The necessity of continuous improvement of the mesometеoроlogical models in coastal areas is imposed by the fact that the physical and geographic variety of climatic and meteorological conditions in coastal zones is considerable. Furthermore, the interest of society in weather and climate in coastal zones is defined by the growing population and industrial infrastructures at the coasts of oceans, seas, or large lakes. Over the last two-three decades, a number of scientific experiments have been conducted with GBRS instruments, high meteorological masts, ground, and aerological measurements. The potential of the ground-based remote sensing (GBRS) data within the framework of the LEARNED project is planned to be used for the mesometeorological Weather Research and Forecasting (WRF) model evaluation. For this purpose, typical regimes of the lower part of the coastal atmospheric circulation with sufficient data availability in time and space are searched in the developed specific database

Local circulation (night and day breeze cells fell within the range of sodar) is one of the challenges in numerical modeling.
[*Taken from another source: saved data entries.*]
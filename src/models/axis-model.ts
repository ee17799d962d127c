/**
 * The state-space model of one local axis (east, north or up): a kinematic block (constant
 * velocity or constant acceleration) and, optionally, a first-order Gauss–Markov fix-error state.
 * Layout x = [p, v, (a), (b)], measurement z = p + b + white noise, so H = [1, 0, (0), (1)].
 * The three axes are independent (diagonal R, per-axis process noise), which lets the filter run
 * three small filters instead of one large one and keep the joint chi-square gate exact.
 */
import { fillMotionF, fillMotionQ, motionDim, type MotionKind } from './motion.js';
import { gmPhi, gmQ, type GaussMarkovParams } from './gauss-markov.js';

export interface AxisModelParams {
  motion: MotionKind;
  /** Spectral density of the driving white noise (m²/s³ for cv, m²/s⁵ for ca). */
  q: number;
  /** Time-correlated fix error; null or sigma 0 for none. */
  gm: GaussMarkovParams | null;
}

export interface AxisModel {
  readonly params: AxisModelParams;
  /** State dimension. */
  readonly n: number;
  /** Kinematic dimension (position, velocity, …). */
  readonly nMotion: number;
  /** Index of the Gauss–Markov error state, or −1. */
  readonly iBias: number;
  /** Measurement row H (length n). */
  readonly h: Float64Array;
  /** F for a step Δt into an n×n row-major array (fully overwritten). */
  fillF(dtSec: number, F: Float64Array): void;
  /** Q for a step Δt into an n×n row-major array (fully overwritten); qScale multiplies the kinematic part. */
  fillQ(dtSec: number, Q: Float64Array, qScale?: number): void;
}

export function makeAxisModel(params: AxisModelParams): AxisModel {
  const nMotion = motionDim(params.motion);
  const hasGm = params.gm !== null && params.gm.sigmaM > 0 && params.gm.tauSec > 0;
  const n = nMotion + (hasGm ? 1 : 0);
  const iBias = hasGm ? n - 1 : -1;
  const h = new Float64Array(n);
  h[0] = 1;
  if (hasGm) h[iBias] = 1;
  const gm = params.gm;
  return {
    params,
    n,
    nMotion,
    iBias,
    h,
    fillF(dtSec, F) {
      F.fill(0);
      fillMotionF(params.motion, dtSec, F, n);
      if (hasGm) F[iBias * n + iBias] = gmPhi(dtSec, gm!.tauSec);
    },
    fillQ(dtSec, Q, qScale = 1) {
      Q.fill(0);
      fillMotionQ(params.motion, dtSec, params.q * qScale, Q, n);
      if (hasGm) Q[iBias * n + iBias] = gmQ(dtSec, gm!);
    },
  };
}
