package org.starderive.job;

import static org.junit.jupiter.api.Assertions.assertEquals;
import static org.junit.jupiter.api.Assertions.assertTrue;

import java.io.IOException;
import java.nio.charset.StandardCharsets;
import java.nio.file.Files;
import java.nio.file.Path;
import java.util.ArrayList;
import java.util.HashMap;
import java.util.List;
import java.util.Map;
import org.apache.spark.sql.Row;
import org.apache.spark.sql.RowFactory;
import org.apache.spark.sql.SparkSession;
import org.junit.jupiter.api.Test;
import org.junit.jupiter.api.io.TempDir;
import org.starderive.testing.SharedSpark;
import org.starderive.udf.DerivedSchema;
The ability of the mesoscale numerical weather prediction system Advanced Research WRF (ARW) to represent the observed evolution of the coastal ABL vertical structure is planned to be examined. Initialization with US National Center for Environmental Prediction Final Analyses (FNL) of 1° × 1° spatial and 6 h temporal resolution will be used for the model simulations. For the purposes of the numerical simulations, a Lambert projection will be used with at least 3 nested domains. Тhe outermost one will cover the territory of the Balkan Peninsula, and the innermost one will be centered in relation to the Ahtopol Municipality. The goal will be to descend to a spatial resolution of at least 1 km. The upper boundary of the model domains will be set at 50 hPa and at least 40 vertical levels will be defined, most of which below 2000 m. Different parameterizations of the physical processes are planned to be studied with 24 categories applied for land surface according to USGS (US Geological Survey). The model data will be extracted with 10 min temporal resolution to correspond to the time resolution of the sodar data. The numerical simulations for each period will be initialized with an additional 12 hours of spin-up.